Your goal - What lines in the data below mention the string "isfinite"? Copy them out.
[Supplied information — start]
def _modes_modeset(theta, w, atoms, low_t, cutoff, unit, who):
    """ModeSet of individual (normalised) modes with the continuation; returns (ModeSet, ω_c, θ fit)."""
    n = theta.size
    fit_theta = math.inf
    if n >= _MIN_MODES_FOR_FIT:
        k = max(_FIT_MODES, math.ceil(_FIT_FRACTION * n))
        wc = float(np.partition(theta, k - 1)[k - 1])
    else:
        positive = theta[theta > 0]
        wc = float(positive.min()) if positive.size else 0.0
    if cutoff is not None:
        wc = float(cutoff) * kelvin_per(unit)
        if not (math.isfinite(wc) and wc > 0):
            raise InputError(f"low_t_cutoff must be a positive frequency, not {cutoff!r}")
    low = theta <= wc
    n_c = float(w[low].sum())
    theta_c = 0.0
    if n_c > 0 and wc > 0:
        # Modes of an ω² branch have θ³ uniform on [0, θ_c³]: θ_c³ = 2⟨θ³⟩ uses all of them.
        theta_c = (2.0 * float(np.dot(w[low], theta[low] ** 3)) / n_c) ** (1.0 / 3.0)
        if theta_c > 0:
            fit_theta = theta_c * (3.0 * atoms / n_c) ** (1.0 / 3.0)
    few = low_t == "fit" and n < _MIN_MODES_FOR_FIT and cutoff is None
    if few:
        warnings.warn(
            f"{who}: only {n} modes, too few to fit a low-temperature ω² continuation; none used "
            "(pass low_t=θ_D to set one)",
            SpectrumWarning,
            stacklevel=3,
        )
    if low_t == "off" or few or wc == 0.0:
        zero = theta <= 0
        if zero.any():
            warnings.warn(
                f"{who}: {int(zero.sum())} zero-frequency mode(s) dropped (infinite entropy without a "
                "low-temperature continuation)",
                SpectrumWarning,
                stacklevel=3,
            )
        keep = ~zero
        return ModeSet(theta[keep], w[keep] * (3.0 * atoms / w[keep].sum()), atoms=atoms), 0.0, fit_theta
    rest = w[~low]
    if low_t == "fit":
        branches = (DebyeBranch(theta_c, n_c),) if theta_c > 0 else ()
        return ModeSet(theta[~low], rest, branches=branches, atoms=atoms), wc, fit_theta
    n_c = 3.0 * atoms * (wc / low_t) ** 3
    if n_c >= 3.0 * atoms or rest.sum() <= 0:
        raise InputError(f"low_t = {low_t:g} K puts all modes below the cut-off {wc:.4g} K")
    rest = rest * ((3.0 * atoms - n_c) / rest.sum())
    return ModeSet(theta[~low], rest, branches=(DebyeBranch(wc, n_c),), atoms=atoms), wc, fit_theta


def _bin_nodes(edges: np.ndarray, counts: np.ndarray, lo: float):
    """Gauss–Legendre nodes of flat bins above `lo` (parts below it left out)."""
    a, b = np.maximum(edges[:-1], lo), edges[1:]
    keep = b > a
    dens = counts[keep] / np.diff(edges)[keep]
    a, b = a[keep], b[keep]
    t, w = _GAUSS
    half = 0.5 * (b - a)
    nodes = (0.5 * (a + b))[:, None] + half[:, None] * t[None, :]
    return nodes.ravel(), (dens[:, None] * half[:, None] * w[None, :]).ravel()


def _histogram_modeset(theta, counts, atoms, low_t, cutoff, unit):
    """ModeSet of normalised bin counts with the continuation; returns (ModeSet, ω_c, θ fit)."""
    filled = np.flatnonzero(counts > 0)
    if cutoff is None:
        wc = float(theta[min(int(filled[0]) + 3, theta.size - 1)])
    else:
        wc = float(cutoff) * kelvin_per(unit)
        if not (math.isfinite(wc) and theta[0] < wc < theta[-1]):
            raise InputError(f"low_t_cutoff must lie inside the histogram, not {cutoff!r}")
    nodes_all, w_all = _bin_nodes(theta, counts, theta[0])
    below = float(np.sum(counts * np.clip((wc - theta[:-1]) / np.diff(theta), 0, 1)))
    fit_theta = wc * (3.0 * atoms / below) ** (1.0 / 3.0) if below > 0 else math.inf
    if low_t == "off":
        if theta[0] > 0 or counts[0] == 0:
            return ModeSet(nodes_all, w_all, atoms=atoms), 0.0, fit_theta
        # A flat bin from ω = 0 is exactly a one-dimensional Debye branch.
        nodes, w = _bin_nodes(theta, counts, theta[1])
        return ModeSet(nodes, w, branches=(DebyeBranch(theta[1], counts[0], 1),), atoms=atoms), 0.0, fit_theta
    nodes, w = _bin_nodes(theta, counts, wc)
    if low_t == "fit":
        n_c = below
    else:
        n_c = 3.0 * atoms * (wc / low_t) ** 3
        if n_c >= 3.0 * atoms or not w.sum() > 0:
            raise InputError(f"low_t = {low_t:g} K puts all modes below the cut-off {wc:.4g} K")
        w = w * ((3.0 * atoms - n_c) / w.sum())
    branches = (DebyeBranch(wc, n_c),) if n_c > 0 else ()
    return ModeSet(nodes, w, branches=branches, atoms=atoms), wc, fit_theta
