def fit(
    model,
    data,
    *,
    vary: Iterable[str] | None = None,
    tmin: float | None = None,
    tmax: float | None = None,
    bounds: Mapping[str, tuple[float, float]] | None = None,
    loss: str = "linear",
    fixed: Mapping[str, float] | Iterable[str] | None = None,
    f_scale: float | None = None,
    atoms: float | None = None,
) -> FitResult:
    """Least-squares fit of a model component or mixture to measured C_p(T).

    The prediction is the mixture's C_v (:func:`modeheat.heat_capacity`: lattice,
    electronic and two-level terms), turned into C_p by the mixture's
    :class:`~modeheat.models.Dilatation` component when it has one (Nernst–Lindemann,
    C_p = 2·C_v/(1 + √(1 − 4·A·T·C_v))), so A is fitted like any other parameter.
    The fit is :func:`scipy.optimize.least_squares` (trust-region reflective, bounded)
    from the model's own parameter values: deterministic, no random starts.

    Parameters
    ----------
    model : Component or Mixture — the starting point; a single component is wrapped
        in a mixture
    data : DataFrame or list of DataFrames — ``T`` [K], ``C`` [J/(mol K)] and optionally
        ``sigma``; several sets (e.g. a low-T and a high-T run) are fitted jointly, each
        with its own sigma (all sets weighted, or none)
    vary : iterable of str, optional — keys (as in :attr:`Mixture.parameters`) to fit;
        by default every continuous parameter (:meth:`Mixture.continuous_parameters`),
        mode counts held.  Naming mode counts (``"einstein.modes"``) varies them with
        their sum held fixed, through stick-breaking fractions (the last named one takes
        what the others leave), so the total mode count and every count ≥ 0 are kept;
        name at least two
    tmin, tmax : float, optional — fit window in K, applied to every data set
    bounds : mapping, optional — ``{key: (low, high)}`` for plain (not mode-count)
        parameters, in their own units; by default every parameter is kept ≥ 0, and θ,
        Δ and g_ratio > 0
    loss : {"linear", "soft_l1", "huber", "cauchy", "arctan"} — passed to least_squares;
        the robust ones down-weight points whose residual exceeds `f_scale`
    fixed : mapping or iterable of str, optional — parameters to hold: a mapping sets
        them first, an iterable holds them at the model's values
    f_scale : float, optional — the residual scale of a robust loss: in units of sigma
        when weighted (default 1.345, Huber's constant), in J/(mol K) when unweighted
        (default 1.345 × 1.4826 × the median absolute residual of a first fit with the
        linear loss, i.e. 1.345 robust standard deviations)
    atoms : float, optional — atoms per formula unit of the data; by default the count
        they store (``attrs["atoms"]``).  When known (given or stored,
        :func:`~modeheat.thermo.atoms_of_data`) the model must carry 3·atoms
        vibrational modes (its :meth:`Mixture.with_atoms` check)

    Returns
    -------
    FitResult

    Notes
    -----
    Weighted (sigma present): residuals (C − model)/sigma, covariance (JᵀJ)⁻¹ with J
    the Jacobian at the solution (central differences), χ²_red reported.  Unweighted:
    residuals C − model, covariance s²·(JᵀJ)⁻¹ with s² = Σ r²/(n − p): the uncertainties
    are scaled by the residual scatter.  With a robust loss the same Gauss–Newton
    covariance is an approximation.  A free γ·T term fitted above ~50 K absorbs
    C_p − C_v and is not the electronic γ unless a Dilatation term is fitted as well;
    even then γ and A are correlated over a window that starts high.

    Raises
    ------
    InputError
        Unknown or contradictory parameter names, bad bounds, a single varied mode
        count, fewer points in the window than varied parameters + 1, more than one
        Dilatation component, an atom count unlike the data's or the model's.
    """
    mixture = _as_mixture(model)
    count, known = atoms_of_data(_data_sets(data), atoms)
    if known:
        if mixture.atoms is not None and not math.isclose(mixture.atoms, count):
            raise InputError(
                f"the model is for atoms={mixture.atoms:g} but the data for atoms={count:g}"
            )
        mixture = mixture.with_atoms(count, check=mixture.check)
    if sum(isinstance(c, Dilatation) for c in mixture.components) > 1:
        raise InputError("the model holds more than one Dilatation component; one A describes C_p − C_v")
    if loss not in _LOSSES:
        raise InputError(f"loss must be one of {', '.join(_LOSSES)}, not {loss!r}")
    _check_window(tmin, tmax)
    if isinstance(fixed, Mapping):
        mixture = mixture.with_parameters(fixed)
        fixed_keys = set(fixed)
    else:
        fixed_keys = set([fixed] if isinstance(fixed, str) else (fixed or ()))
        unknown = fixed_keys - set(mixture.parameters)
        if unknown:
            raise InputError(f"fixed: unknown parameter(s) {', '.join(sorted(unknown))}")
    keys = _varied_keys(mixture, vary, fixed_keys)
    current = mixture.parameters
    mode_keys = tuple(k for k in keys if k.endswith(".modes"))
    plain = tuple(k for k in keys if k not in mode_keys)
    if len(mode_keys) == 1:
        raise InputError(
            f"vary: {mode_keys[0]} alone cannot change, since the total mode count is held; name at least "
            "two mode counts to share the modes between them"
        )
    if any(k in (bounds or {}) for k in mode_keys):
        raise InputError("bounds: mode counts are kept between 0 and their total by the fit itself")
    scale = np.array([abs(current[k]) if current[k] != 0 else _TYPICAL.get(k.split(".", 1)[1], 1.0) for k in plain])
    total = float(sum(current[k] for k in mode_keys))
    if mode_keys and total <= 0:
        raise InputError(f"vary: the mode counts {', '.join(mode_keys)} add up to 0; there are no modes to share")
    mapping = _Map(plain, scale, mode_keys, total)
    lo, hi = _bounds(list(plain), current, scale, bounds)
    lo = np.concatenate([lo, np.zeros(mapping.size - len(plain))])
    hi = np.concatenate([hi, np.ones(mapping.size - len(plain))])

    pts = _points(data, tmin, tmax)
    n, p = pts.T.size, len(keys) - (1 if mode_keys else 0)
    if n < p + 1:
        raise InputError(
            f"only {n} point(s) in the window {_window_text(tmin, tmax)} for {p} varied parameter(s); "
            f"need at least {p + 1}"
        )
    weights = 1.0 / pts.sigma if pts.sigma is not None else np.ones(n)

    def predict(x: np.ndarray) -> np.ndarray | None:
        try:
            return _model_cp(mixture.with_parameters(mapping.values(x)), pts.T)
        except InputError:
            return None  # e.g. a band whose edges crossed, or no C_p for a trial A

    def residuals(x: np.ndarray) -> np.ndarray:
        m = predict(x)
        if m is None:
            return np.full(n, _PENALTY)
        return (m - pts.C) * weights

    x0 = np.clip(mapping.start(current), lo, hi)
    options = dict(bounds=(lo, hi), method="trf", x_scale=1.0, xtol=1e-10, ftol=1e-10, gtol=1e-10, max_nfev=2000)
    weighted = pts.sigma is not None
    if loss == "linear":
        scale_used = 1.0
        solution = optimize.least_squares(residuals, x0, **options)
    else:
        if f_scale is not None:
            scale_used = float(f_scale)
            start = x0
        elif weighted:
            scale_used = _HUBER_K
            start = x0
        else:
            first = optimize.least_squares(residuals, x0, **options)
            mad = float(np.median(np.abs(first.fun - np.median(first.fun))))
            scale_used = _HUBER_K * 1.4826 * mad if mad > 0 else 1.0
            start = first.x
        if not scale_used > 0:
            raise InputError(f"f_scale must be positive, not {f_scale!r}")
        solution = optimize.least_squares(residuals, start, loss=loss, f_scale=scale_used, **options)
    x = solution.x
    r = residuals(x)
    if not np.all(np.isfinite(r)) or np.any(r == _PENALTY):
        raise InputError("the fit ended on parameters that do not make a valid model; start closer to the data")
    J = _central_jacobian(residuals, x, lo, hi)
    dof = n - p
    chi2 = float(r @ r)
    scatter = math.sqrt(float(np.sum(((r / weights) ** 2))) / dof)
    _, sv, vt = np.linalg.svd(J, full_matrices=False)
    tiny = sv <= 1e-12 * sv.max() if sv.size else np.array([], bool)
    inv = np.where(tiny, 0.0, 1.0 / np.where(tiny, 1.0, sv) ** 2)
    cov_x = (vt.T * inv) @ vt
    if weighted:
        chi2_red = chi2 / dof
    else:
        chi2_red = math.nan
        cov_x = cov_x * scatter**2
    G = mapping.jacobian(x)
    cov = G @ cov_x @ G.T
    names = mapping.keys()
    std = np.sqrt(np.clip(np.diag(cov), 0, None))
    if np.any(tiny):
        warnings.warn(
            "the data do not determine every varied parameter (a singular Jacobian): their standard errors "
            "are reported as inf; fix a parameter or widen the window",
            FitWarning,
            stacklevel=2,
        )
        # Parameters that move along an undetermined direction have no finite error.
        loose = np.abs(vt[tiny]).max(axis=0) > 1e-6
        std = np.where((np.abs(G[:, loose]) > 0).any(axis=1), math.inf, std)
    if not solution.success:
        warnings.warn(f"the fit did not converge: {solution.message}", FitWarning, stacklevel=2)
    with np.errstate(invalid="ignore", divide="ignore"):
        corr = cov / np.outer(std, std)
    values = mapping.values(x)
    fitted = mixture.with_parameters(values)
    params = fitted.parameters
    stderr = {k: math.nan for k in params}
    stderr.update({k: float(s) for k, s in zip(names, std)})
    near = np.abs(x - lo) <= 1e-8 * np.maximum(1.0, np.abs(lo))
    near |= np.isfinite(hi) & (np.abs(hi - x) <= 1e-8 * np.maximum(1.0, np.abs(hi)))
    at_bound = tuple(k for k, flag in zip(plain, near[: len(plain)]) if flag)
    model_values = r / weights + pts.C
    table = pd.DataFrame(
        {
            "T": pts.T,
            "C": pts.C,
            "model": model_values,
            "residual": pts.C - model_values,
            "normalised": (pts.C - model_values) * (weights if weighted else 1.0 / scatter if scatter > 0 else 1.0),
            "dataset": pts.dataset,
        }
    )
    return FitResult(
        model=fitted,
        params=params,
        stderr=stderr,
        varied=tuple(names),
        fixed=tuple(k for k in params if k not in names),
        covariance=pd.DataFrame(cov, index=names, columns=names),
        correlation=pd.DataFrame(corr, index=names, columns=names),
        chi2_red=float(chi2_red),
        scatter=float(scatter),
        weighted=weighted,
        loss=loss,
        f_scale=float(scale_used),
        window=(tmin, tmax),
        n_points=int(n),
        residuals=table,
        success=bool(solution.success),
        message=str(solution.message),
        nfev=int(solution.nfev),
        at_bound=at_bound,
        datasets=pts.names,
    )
[Supplied information — finish]
Solution to this task -
        if not (math.isfinite(wc) and wc > 0):
        if not (math.isfinite(wc) and theta[0] < wc < theta[-1]):
    if not np.all(np.isfinite(r)) or np.any(r == _PENALTY):
    near |= np.isfinite(hi) & (np.abs(hi - x) <= 1e-8 * np.maximum(1.0, np.abs(hi)))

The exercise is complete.